The pandemic altered how we do everything from celebrate holidays to vote for president, and highlighted strengths — and weaknesses — in our health care system

This story was written and produced by NJ Spotlight. It is being republished under a special NJ News Commons content-sharing agreement related to COVID-19 coverage. To read more, visit njspotlight.com.

Full story link – HERE.

By Lilo H. Stainton

Like something from science fiction, 2020 was upended by a minute, spike-crowned virus that spread aggressively among people, caused unprecedented disease and death, and altered the way we do everything from celebrate holidays to vote for president.

The novel coronavirus put immense stress on all our public structures, but the impact was particularly profound for health care systems nationwide and in New Jersey, which was among the first states to diagnose cases of COVID-19 — the disease caused by the virus — and which remains among those hardest-hit by the pandemic.
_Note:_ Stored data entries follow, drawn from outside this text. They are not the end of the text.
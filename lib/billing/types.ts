/** Plain shapes the billing services return (types only: safe to import from client components). */
import type {
  balanceSchema,
  invoiceDetailSchema,
  invoiceLineSchema,
  invoiceSummarySchema,
  paymentSchema,
  refundSchema,
} from '@/lib/api/dto/billing';
import type { z } from 'zod';
import type { InvoiceEmailStatus, InvoiceKind, InvoiceStatus } from '@/models/Invoice';

export type { InvoiceKind, InvoiceStatus };
export type EmailStatus = InvoiceEmailStatus;

export type InvoiceSummary = z.infer<typeof invoiceSummarySchema>;

export type InvoiceLineDTO = z.infer<typeof invoiceLineSchema>;

export type PaymentDTO = z.infer<typeof paymentSchema>;

export type RefundDTO = z.infer<typeof refundSchema>;

export type InvoiceDetail = z.infer<typeof invoiceDetailSchema>;

export type MemberBalance = z.infer<typeof balanceSchema>;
Since March 4, when New Jersey announced the first confirmed case of the disease, more than 467,600 state residents have been diagnosed, including nearly 18,800 who have died as a result. Overall, almost 46,500 people have been hospitalized for COVID-19, which takes an outsize toll on Black and brown communities, and many struggled for months to fully recover.

By the time the coronavirus emerged here, Gov. Phil Murphy had formed a task force that had been meeting for weeks under the leadership of state health commissioner Judy Persichilli, dubbed by Murphy “the woman who needs no introduction” in what would eventually become  daily media briefings. Murphy signed an executive order formally declaring a public health emergency on March 9 and ten days later began what would be a near-total shutdown of the state’s businesses, schools and civic spaces. Only services deemed essential were permitted to remain open, under new restrictions. That executive order has been extended every month since.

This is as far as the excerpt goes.